▸ What the task asks
Lines outside the range are not wanted. Give again exactly the lines between the line holding "uploads pay for it" and the line holding "decimal = guess_decimal(body)", inclusive, from the listing below.
*** Begin section ***
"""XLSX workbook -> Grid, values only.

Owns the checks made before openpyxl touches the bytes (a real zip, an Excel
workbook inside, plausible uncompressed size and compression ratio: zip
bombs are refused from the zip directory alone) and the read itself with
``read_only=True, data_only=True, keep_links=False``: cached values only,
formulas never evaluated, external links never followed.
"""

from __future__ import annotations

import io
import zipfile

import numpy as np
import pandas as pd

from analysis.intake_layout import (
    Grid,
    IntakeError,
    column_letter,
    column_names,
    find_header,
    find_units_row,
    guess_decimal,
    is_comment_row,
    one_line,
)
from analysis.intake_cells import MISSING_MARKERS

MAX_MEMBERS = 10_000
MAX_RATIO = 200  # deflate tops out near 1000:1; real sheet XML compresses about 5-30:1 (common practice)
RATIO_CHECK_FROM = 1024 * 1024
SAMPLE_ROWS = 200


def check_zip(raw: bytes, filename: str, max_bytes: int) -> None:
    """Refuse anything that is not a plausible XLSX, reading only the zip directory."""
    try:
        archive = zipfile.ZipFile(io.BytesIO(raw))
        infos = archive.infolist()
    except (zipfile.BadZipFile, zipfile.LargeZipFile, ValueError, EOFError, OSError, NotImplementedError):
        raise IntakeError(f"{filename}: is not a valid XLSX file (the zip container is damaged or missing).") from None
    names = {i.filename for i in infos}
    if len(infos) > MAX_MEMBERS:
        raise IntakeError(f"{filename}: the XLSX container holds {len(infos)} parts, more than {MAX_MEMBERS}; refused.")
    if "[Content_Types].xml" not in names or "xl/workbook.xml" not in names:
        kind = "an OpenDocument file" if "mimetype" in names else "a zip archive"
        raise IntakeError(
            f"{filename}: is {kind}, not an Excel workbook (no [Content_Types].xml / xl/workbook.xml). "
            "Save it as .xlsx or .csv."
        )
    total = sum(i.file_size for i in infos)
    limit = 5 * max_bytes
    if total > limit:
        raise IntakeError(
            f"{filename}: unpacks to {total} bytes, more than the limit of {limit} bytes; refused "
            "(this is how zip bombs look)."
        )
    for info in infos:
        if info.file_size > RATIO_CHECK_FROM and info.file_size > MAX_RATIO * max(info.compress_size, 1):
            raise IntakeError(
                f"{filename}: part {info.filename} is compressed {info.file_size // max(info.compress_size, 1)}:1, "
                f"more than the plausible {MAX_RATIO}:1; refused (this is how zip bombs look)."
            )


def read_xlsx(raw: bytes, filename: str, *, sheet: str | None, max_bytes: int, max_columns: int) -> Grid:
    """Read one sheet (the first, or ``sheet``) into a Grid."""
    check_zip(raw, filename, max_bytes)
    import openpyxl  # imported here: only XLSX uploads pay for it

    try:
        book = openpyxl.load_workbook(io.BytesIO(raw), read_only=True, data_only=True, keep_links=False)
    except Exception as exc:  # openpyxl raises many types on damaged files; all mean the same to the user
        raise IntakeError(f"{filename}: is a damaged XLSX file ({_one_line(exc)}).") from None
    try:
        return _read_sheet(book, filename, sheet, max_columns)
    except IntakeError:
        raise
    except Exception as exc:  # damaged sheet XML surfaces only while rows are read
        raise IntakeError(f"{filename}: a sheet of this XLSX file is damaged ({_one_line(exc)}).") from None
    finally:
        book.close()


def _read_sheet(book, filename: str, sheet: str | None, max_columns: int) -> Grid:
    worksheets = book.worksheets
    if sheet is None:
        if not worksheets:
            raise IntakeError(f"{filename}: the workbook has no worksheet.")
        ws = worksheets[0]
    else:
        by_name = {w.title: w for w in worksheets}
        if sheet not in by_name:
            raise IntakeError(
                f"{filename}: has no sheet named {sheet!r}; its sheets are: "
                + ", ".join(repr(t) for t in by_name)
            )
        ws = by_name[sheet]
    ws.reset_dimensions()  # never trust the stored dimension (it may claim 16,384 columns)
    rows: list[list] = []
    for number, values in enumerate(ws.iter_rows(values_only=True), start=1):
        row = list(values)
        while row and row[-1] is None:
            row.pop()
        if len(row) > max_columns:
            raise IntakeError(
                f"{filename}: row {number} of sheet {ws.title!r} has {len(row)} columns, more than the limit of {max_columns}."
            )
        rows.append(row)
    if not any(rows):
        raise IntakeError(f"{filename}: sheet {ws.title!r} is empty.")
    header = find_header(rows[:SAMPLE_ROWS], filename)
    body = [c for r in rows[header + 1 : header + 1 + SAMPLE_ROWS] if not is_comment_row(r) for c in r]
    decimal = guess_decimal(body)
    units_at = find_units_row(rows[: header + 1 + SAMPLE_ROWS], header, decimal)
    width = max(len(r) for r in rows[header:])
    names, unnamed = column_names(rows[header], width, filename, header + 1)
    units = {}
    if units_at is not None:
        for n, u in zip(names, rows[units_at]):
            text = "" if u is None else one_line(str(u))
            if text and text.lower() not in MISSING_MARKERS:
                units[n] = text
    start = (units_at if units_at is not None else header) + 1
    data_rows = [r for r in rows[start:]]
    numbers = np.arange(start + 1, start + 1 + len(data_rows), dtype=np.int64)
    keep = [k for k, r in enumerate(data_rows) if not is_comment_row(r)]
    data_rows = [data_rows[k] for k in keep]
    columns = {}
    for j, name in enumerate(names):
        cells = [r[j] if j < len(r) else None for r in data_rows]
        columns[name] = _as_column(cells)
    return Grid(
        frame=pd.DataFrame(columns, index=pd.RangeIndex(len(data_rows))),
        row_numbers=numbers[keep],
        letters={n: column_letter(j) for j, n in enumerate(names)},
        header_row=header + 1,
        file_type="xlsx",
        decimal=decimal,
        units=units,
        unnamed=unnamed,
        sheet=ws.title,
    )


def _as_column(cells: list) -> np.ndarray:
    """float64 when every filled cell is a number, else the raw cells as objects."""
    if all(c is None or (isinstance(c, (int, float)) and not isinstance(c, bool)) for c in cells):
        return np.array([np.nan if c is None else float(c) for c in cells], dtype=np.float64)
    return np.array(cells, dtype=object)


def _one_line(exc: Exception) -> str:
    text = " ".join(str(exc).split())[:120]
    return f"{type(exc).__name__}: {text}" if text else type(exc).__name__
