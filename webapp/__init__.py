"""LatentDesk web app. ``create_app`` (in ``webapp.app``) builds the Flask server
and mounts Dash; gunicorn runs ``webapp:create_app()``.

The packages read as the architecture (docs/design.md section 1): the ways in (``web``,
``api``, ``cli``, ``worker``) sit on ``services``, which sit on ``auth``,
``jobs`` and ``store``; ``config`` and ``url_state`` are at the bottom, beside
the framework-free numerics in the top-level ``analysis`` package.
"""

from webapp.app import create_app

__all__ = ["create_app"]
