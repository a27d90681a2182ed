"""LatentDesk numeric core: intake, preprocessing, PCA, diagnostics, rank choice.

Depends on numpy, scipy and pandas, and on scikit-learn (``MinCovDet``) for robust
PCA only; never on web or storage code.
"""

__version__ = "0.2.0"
*** End section ***
▸ Reply
    import openpyxl  # imported here: only XLSX uploads pay for it

    try:
        book = openpyxl.load_workbook(io.BytesIO(raw), read_only=True, data_only=True, keep_links=False)
    except Exception as exc:  # openpyxl raises many types on damaged files; all mean the same to the user
        raise IntakeError(f"{filename}: is a damaged XLSX file ({_one_line(exc)}).") from None
    try:
        return _read_sheet(book, filename, sheet, max_columns)
    except IntakeError:
        raise
    except Exception as exc:  # damaged sheet XML surfaces only while rows are read
        raise IntakeError(f"{filename}: a sheet of this XLSX file is damaged ({_one_line(exc)}).") from None
    finally:
        book.close()


def _read_sheet(book, filename: str, sheet: str | None, max_columns: int) -> Grid:
    worksheets = book.worksheets
    if sheet is None:
        if not worksheets:
            raise IntakeError(f"{filename}: the workbook has no worksheet.")
        ws = worksheets[0]
    else:
        by_name = {w.title: w for w in worksheets}
        if sheet not in by_name:
            raise IntakeError(
                f"{filename}: has no sheet named {sheet!r}; its sheets are: "
                + ", ".join(repr(t) for t in by_name)
            )
        ws = by_name[sheet]
    ws.reset_dimensions()  # never trust the stored dimension (it may claim 16,384 columns)
    rows: list[list] = []
    for number, values in enumerate(ws.iter_rows(values_only=True), start=1):
        row = list(values)
        while row and row[-1] is None:
            row.pop()
        if len(row) > max_columns:
            raise IntakeError(
                f"{filename}: row {number} of sheet {ws.title!r} has {len(row)} columns, more than the limit of {max_columns}."
            )
        rows.append(row)
    if not any(rows):
        raise IntakeError(f"{filename}: sheet {ws.title!r} is empty.")
    header = find_header(rows[:SAMPLE_ROWS], filename)
    body = [c for r in rows[header + 1 : header + 1 + SAMPLE_ROWS] if not is_comment_row(r) for c in r]
    decimal = guess_decimal(body)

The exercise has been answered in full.